## YOUR INSTRUCTIONS
Would you return, word for word, the lines of the data below from the line with "ws.print_options.gridLines = True" through the line with "c = put_text(ws, top, j, h)", and no others?

(Saved entries)

= Beginning of Section =

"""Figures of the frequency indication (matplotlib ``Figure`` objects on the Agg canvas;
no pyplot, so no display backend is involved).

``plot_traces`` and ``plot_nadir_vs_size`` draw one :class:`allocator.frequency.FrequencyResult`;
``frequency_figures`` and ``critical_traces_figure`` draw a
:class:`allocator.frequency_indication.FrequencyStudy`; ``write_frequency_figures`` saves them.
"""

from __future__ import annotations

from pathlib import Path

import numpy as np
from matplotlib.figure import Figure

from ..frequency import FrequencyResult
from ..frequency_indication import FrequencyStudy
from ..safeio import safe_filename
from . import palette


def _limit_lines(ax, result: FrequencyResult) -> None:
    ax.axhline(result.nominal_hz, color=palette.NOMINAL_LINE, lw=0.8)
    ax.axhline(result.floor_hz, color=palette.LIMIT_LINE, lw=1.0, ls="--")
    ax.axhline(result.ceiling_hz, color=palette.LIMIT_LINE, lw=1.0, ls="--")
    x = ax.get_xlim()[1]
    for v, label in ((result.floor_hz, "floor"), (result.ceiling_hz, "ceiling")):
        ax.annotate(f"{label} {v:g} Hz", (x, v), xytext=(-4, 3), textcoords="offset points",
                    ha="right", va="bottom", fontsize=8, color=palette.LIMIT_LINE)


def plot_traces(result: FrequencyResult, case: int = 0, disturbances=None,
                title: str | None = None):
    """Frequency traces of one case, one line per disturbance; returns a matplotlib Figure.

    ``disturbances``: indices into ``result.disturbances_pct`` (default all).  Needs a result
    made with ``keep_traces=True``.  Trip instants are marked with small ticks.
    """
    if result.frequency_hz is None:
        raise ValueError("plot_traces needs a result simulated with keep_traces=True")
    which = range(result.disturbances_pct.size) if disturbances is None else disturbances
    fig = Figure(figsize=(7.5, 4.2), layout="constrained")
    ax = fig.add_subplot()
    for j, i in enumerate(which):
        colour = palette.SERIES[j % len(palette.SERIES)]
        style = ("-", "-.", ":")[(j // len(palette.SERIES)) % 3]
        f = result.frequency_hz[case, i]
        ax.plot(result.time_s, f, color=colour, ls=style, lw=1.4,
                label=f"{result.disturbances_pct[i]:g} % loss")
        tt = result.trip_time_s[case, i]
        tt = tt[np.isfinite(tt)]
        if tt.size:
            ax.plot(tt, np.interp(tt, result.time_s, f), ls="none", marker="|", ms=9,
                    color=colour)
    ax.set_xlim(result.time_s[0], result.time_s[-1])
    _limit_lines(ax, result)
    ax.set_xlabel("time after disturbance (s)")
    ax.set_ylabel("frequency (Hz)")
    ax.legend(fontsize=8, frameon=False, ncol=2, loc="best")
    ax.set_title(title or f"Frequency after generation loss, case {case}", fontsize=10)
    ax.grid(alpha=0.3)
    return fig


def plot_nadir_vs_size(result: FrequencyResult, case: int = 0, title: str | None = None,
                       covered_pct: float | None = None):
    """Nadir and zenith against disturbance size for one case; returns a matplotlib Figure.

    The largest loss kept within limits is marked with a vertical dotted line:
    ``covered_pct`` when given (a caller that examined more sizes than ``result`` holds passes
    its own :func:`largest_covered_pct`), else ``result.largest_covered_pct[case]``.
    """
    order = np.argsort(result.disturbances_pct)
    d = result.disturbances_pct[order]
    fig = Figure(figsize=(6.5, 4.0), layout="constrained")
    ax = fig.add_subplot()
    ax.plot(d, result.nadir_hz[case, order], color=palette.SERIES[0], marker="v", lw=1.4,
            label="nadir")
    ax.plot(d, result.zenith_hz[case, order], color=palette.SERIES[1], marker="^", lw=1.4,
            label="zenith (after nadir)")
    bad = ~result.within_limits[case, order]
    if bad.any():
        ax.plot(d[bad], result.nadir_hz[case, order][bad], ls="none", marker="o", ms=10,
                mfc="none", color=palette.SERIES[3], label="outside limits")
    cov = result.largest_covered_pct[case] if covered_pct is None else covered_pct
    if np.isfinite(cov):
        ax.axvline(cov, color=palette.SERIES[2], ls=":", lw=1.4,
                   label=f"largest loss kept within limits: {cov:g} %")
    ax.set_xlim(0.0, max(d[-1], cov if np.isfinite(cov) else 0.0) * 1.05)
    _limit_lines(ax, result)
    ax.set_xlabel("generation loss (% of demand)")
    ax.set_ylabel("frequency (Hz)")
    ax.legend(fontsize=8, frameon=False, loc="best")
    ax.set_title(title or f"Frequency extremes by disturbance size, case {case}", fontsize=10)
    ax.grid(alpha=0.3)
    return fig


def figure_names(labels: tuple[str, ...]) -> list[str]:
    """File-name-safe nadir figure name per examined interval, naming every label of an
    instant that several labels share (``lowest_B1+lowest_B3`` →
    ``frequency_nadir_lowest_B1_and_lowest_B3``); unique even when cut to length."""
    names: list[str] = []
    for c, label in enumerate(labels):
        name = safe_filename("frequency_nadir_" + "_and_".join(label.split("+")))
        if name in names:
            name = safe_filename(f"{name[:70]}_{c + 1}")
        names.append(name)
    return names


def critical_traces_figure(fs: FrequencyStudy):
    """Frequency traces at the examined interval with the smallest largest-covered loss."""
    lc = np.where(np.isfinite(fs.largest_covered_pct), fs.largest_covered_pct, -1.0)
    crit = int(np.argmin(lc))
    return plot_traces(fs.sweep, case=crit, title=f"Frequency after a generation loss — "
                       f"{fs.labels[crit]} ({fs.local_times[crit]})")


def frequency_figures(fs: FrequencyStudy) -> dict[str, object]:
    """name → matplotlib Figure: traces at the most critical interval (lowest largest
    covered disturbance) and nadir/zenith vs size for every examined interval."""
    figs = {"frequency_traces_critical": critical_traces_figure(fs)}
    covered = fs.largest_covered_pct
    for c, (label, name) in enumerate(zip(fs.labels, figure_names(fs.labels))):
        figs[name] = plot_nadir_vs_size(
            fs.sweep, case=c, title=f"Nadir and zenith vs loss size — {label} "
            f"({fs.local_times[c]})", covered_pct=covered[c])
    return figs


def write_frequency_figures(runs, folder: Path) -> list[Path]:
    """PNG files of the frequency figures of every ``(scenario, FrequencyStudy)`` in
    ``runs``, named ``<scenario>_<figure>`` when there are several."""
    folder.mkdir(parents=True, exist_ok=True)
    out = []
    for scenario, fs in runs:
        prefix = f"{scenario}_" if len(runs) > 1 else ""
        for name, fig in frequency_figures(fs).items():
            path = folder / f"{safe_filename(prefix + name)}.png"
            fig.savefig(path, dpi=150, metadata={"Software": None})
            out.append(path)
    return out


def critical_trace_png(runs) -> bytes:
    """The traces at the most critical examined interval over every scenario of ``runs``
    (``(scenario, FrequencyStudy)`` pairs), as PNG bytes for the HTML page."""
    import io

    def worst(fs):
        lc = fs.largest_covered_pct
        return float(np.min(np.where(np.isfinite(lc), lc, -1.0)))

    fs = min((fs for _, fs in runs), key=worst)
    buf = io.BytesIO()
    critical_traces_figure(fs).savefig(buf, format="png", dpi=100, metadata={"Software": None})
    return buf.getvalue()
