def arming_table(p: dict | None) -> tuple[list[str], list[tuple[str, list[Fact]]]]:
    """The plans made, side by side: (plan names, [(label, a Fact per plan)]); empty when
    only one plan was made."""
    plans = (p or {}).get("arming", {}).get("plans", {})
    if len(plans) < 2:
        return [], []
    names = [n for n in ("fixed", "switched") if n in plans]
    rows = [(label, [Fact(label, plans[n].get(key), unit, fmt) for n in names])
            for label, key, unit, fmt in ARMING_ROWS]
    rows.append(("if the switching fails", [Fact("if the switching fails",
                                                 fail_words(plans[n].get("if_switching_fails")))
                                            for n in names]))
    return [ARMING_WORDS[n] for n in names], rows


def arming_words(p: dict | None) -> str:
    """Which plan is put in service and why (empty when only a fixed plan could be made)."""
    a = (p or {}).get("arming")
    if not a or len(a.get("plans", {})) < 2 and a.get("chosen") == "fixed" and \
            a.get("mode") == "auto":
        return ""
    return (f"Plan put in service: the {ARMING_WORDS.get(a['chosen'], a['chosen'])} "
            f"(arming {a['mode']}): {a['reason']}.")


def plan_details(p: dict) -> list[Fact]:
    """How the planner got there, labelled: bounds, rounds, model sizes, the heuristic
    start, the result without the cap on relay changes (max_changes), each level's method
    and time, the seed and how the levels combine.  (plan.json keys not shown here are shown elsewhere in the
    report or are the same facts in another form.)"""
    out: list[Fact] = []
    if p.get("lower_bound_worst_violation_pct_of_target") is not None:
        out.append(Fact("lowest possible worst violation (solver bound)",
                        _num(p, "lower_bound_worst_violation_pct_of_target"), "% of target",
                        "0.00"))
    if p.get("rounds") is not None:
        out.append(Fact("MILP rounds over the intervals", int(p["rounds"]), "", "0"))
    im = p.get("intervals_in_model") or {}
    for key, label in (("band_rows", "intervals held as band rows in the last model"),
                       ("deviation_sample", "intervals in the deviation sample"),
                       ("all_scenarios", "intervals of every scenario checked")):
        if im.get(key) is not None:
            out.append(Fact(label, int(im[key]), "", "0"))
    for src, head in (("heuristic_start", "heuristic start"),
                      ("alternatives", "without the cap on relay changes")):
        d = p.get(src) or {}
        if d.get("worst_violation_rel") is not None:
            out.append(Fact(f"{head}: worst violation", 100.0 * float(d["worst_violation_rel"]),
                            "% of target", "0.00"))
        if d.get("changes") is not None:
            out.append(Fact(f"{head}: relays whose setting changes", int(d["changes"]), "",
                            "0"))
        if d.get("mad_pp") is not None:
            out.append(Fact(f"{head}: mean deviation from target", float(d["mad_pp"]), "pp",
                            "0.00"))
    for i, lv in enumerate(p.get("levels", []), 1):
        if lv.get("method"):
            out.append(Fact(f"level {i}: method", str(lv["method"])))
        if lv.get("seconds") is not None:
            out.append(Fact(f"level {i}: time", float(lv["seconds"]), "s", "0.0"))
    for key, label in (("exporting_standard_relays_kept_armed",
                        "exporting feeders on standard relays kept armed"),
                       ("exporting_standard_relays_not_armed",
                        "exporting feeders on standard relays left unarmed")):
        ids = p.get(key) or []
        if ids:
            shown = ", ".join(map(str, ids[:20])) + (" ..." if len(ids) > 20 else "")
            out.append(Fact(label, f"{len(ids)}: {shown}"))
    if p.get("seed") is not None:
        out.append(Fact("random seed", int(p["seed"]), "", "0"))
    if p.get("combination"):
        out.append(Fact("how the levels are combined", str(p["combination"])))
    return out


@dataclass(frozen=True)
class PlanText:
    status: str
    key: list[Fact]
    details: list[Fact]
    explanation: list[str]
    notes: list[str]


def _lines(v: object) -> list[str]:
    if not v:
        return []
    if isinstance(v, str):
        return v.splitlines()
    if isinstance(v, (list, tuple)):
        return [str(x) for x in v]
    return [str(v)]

= End of Section =
= Beginning of Section =

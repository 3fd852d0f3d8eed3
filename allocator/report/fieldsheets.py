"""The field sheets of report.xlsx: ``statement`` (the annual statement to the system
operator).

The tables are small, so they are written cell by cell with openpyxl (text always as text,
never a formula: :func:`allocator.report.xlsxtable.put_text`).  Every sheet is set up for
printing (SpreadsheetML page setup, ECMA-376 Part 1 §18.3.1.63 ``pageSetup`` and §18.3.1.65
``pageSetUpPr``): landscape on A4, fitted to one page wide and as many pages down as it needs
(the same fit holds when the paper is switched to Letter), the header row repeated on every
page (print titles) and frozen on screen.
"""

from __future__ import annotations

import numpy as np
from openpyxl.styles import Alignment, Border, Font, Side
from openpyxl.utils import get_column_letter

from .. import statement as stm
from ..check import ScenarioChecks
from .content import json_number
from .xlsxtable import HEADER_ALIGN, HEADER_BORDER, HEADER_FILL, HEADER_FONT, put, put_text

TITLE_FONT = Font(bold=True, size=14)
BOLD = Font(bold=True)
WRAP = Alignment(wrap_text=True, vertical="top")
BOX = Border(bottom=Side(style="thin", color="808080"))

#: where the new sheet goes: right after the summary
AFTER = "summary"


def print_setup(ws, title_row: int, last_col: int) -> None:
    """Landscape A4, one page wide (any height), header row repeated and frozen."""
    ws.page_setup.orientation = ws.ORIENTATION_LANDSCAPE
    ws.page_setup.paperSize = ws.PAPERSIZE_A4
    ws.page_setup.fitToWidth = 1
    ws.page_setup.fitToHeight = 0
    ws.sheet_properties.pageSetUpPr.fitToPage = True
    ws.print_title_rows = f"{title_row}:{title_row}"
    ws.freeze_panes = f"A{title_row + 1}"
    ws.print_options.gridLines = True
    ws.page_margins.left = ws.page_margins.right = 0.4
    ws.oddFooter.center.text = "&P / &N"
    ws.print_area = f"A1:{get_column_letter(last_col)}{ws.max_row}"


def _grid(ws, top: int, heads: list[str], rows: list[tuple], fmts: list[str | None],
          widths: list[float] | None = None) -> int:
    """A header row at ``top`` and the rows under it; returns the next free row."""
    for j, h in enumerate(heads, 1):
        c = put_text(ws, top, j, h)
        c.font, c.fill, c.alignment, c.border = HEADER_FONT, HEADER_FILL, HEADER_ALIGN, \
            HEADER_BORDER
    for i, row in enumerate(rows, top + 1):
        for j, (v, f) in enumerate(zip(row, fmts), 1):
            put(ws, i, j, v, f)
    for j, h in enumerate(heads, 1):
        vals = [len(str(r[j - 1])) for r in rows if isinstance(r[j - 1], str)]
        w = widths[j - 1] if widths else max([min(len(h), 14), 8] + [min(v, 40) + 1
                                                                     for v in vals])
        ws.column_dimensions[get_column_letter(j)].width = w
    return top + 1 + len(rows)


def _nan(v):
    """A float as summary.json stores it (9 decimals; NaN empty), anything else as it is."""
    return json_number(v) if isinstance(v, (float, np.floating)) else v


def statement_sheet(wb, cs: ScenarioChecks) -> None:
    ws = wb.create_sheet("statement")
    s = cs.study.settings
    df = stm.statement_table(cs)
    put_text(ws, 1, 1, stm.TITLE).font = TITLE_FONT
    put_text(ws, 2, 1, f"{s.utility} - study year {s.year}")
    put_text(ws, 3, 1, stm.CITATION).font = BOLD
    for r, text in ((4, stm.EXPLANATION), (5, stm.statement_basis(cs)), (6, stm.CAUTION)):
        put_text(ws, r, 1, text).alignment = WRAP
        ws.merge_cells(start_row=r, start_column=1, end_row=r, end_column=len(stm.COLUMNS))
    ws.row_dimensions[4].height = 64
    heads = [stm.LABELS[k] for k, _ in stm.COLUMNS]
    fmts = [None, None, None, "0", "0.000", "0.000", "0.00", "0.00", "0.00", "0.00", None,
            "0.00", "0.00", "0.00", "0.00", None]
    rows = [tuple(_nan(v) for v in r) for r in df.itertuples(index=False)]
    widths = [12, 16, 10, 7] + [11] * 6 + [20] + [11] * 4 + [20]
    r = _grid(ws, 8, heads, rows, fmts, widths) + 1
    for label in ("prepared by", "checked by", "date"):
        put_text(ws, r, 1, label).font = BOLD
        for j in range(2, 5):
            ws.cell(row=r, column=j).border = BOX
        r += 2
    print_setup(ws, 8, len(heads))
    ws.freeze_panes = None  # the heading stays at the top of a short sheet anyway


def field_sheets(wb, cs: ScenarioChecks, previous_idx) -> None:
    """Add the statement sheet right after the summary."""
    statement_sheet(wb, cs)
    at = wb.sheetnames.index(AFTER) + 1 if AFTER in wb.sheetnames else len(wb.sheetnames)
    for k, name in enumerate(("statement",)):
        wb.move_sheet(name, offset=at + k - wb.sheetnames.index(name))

= End of Section =

## PROBLEM SOLUTION
    ws.print_options.gridLines = True
    ws.page_margins.left = ws.page_margins.right = 0.4
    ws.oddFooter.center.text = "&P / &N"
    ws.print_area = f"A1:{get_column_letter(last_col)}{ws.max_row}"


def _grid(ws, top: int, heads: list[str], rows: list[tuple], fmts: list[str | None],
          widths: list[float] | None = None) -> int:
    """A header row at ``top`` and the rows under it; returns the next free row."""
    for j, h in enumerate(heads, 1):
        c = put_text(ws, top, j, h)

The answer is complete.